## What the task asks
Your output should be the lines from the start of the data through the line containing "CATCH_OFF_MAP, CATCH_CLOSED, CATCH_NODATA", exactly and nothing more.

Collected data
Start of Block

/**
 * Catchments of the depressions (src/hydro/catchments.ts) against sources outside sill:
 *  - analytic: two equal paraboloid bowls side by side, z = min((x−a)² + y², (x+a)² + y²), with the open
 *    boundary — each bowl's catchment is the half of the grid on its side of the perpendicular bisector,
 *    less the edge ring whose water leaves the map; only cells the bisector crosses may go either way;
 *    the merged depression's catchment is both halves. A single cone: every cell but the edge ring.
 *  - a plain steepest-descent walk written here, cell by cell, from the rule docs/runoff.md states
 *    (largest drop over distance to a neighbour earlier in the (value, index) order, ties to the first
 *    in ring order; cells next to an outlet drain off the map), on random grids with ties and nodata;
 *  - properties (fast-check): the top-level catchments, the area draining off the map and the walled-in
 *    area partition the valid cells; every wet cell drains into the depression whose water covers it
 *    (it runs down inside that depression's component), so catchmentCells ≥ wet cells.
 */
import { describe, it, expect } from 'vitest';
import fc from 'fast-check';
import { Grid } from '../../src/surface/grid.js';
import { ponds, type PondsResult } from '../../src/hydro/ponds.js';
import { CATCH_OFF_MAP, CATCH_CLOSED, CATCH_NODATA } from '../../src/hydro/catchments.js';
import { sublevelOffsets } from '../../src/hydro/sweep.js';
import { seededValues } from '../morse/arbitraries.js';

const UTM = { epsg: 32633, geographic: false, linearUnit: 'metre' };

function gridFrom(w: number, h: number, f: (x: number, y: number) => number, step = 1): Grid {
  const v = new Float64Array(w * h);
  for (let r = 0; r < h; r++) for (let c = 0; c < w; c++) v[r * w + c] = f((c - (w - 1) / 2) * step, ((h - 1) / 2 - r) * step);
  return new Grid({ width: w, height: h, values: v, transform: [0, step, 0, h * step, 0, -step], crs: UTM });
}

function run(g: Grid, conn: 4 | 8 = 8, nodataOutlet = true): PondsResult {
  return ponds(g, { connectivity: conn, nodataOutlet, catchments: 'raster', euler: false });
}

/** On the grid edge (its cells touch the outside in every connectivity). */
const onRing = (c: number, r: number, w: number, h: number) => c === 0 || r === 0 || c === w - 1 || r === h - 1;

describe('catchments on analytic surfaces', () => {
  it('two equal bowls: each catchment is its half of the grid less the edge ring; the merged one is both', () => {
    const w = 61, h = 41, a = 12;
    const g = gridFrom(w, h, (x, y) => Math.min((x - a) ** 2 + y * y, (x + a) ** 2 + y * y));
    const res = run(g);
    const H = res.hierarchy, C = res.catchments!;
    expect(H.count).toBe(3); // two bowls and the pair after they merge over the bisector
    const leaves = [1, 2, 3].filter((d) => H.childStart[d + 1] === H.childStart[d]);
    const merged = [1, 2, 3].find((d) => H.childStart[d + 1] > H.childStart[d])!;
    const left = leaves.find((d) => H.pit[d] % w < (w - 1) / 2)!, right = leaves.find((d) => d !== left)!;
    // analytic halves: columns left and right of the bisector (column 30), inside the ring
    const inner = (w - 2) * (h - 2);
    const half = ((w - 1) / 2 - 1) * (h - 2), bisector = h - 2;
    expect(C.cells[left]).toBeGreaterThanOrEqual(half);
    expect(C.cells[left]).toBeLessThanOrEqual(half + bisector);
    expect(C.cells[right]).toBeGreaterThanOrEqual(half);
    expect(C.cells[right]).toBeLessThanOrEqual(half + bisector);
    expect(C.cells[merged]).toBe(inner);
    expect(C.offMap.cells).toBe(2 * (w + h) - 4);
    for (let r = 0; r < h; r++) {
      for (let c = 0; c < w; c++) {
        const lab = C.labels![r * w + c];
        if (onRing(c, r, w, h)) expect(lab).toBe(CATCH_OFF_MAP);
        else if (c < (w - 1) / 2) expect(lab).toBe(left);
        else if (c > (w - 1) / 2) expect(lab).toBe(right);
      }
    }
    expect(C.area[merged]).toBe(inner * 1); // cells of 1 m²
  });

  it('a cone: the catchment is every cell but the edge ring', () => {
    const w = 33, h = 27;
    const res = run(gridFrom(w, h, (x, y) => Math.hypot(x, y), 2));
    const C = res.catchments!;
    expect(res.hierarchy.count).toBe(1);
    expect(C.cells[1]).toBe((w - 2) * (h - 2));
    expect(C.area[1]).toBe((w - 2) * (h - 2) * 4);
    expect(C.offMap.cells).toBe(2 * (w + h) - 4);
    expect(C.offMap.area).toBe((2 * (w + h) - 4) * 4);
  });
});

/** The descent rule written out plainly, one cell at a time: the pit a cell's water reaches, or −1 off the map. */
function plainDescent(g: Grid, conn: 4 | 8, nodataOutlet: boolean): Int32Array {
  const w = g.width, h = g.height, z = g.values;
  const off = sublevelOffsets(conn);
  const out = new Int32Array(w * h);
  const outlet = (c: number, r: number) => c < 0 || r < 0 || c >= w || r >= h || (nodataOutlet && Number.isNaN(z[r * w + c]));
  for (let i = 0; i < w * h; i++) {
    if (Number.isNaN(z[i])) { out[i] = -2; continue; }
    let cur = i;
    for (;;) {
      const c = cur % w, r = Math.floor(cur / w);
      if (off.some(([dc, dr]) => outlet(c + dc, r + dr))) { cur = -1; break; }
      let best = -1, bd = -1;
      for (const [dc, dr] of off) {
        const j = (r + dr) * w + c + dc, y = z[j];
        if (!(y < z[cur] || (y === z[cur] && j < cur))) continue;
        const d = (z[cur] - y) / Math.hypot(dc * g.transform[1], dr * g.transform[5]);
        if (d > bd) { best = j; bd = d; }
      }
      if (best < 0) break;
      cur = best;
    }
    out[i] = cur;
  }
  return out;
}

describe('catchments on random grids (fast-check)', () => {
  const grids = fc.record({
    w: fc.integer({ min: 4, max: 24 }), h: fc.integer({ min: 4, max: 24 }),
    levels: fc.integer({ min: 2, max: 40 }), hole: fc.constantFrom(0, 0.05, 0.2), seed: fc.integer(),
    conn: fc.constantFrom(4 as const, 8 as const), outlet: fc.boolean(),
  });

  it('each cell counts for the depression holding the pit a plain descent walk reaches; the parts add up to the valid cells', () => {
    fc.assert(fc.property(grids, ({ w, h, levels, hole, seed, conn, outlet }) => {
      const g = new Grid({ width: w, height: h, values: seededValues(w, h, levels, hole, seed), transform: [0, 2, 0, 0, 0, -3] });
      let res: PondsResult;
      try { res = run(g, conn, outlet); } catch { return; } // flat or all-nodata grids are refused (tested elsewhere)
      const C = res.catchments!, H = res.hierarchy, L = res.rasters.labels;
      const walk = plainDescent(g, conn, outlet);
      let valid = 0, top = 0;
      for (let i = 0; i < w * h; i++) {
        if (Number.isNaN(g.values[i])) { expect(C.labels![i]).toBe(CATCH_NODATA); continue; }
        valid++;
        const pit = walk[i];
        if (pit < 0) expect(C.labels![i]).toBe(CATCH_OFF_MAP);
        else {
          // the pit's innermost covering depression, as the label raster says (0: none → off the map or walled in)
          const d = L[pit];
          const k = C.labels![i];
          // the pit's catchment is the innermost depression whose water covers it — or, for a flat pit lying
          // exactly at the spill level of a depression nested there, that depression (the flat joins it
          // at its spill level, and its water is that depression's); with no cover and no such
          // depression it drains off the map or stays walled in
          if (k > 0 && k !== d) {
            expect(g.values[pit]).toBe(H.spillValue[k]);
            if (d > 0) expect(H.tin[d] <= H.tin[k] && H.tin[k] < H.tout[d]).toBe(true);
          } else if (k <= 0) {
            expect(d).toBe(0);
            expect([CATCH_OFF_MAP, CATCH_CLOSED]).toContain(k);
          }
        }
        // a wet cell drains into the depression whose water covers it (or one nested in it)
        const cover = L[i];
        if (cover > 0) {
          const k = C.labels![i];
          expect(k).toBeGreaterThan(0);
          expect(H.tin[cover] <= H.tin[k] && H.tin[k] < H.tout[cover]).toBe(true);
        }
      }
      for (let d = 1; d <= H.count; d++) {
        if (H.parent[d] === 0) top += C.cells[d];
        expect(C.cells[d]).toBeGreaterThanOrEqual(H.wetCells[d]);
        expect(C.area[d]).toBe(C.cells[d] * 6);
      }
      expect(top + C.offMap.cells + C.closed.cells).toBe(valid);
      if (outlet) expect(C.closed.cells).toBe(0);
      // the sums alone, worked out in the sweep's spare memory, are the same (and the rasters unchanged)
      const sums = ponds(g, { connectivity: conn, nodataOutlet: outlet, euler: false });
      expect(sums.catchments!.labels).toBeNull();
      expect(Array.from(sums.catchments!.cells)).toEqual(Array.from(C.cells));
      expect(sums.catchments!.offMap).toEqual(C.offMap);
      expect(Array.from(sums.rasters.labels)).toEqual(Array.from(L));
    }), { numRuns: 300, seed: 11 });
  });
});

describe('catchment areas on a geographic grid', () => {
  it('add up with the area draining off the map to the valid area (ellipsoidal cell areas, rows differ)', () => {
    const w = 40, h = 30;
    const v = seededValues(w, h, 30, 0.05, 7);
    const g = new Grid({ width: w, height: h, values: v, transform: [10, 0.01, 0, 60, 0, -0.01], crs: { epsg: 4326, geographic: true } });
    const res = run(g);
    const C = res.catchments!, H = res.hierarchy;
    let valid = 0, top = 0;
    for (let r = 0; r < h; r++) for (let c = 0; c < w; c++) if (!Number.isNaN(v[r * w + c])) valid += res.areas.rowArea[r];
    for (let d = 1; d <= H.count; d++) if (H.parent[d] === 0) top += C.area[d];
    expect(Math.abs(top + C.offMap.area + C.closed.area - valid)).toBeLessThanOrEqual(1e-12 * valid);
    expect(res.areas.rowArea[0]).not.toBe(res.areas.rowArea[h - 1]);
  });
});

End of Block

## Exercise response
/**
 * Catchments of the depressions (src/hydro/catchments.ts) against sources outside sill:
 *  - analytic: two equal paraboloid bowls side by side, z = min((x−a)² + y², (x+a)² + y²), with the open
 *    boundary — each bowl's catchment is the half of the grid on its side of the perpendicular bisector,
 *    less the edge ring whose water leaves the map; only cells the bisector crosses may go either way;
 *    the merged depression's catchment is both halves. A single cone: every cell but the edge ring.
 *  - a plain steepest-descent walk written here, cell by cell, from the rule docs/runoff.md states
 *    (largest drop over distance to a neighbour earlier in the (value, index) order, ties to the first
 *    in ring order; cells next to an outlet drain off the map), on random grids with ties and nodata;
 *  - properties (fast-check): the top-level catchments, the area draining off the map and the walled-in
 *    area partition the valid cells; every wet cell drains into the depression whose water covers it
 *    (it runs down inside that depression's component), so catchmentCells ≥ wet cells.
 */
import { describe, it, expect } from 'vitest';
import fc from 'fast-check';
import { Grid } from '../../src/surface/grid.js';
import { ponds, type PondsResult } from '../../src/hydro/ponds.js';
import { CATCH_OFF_MAP, CATCH_CLOSED, CATCH_NODATA } from '../../src/hydro/catchments.js';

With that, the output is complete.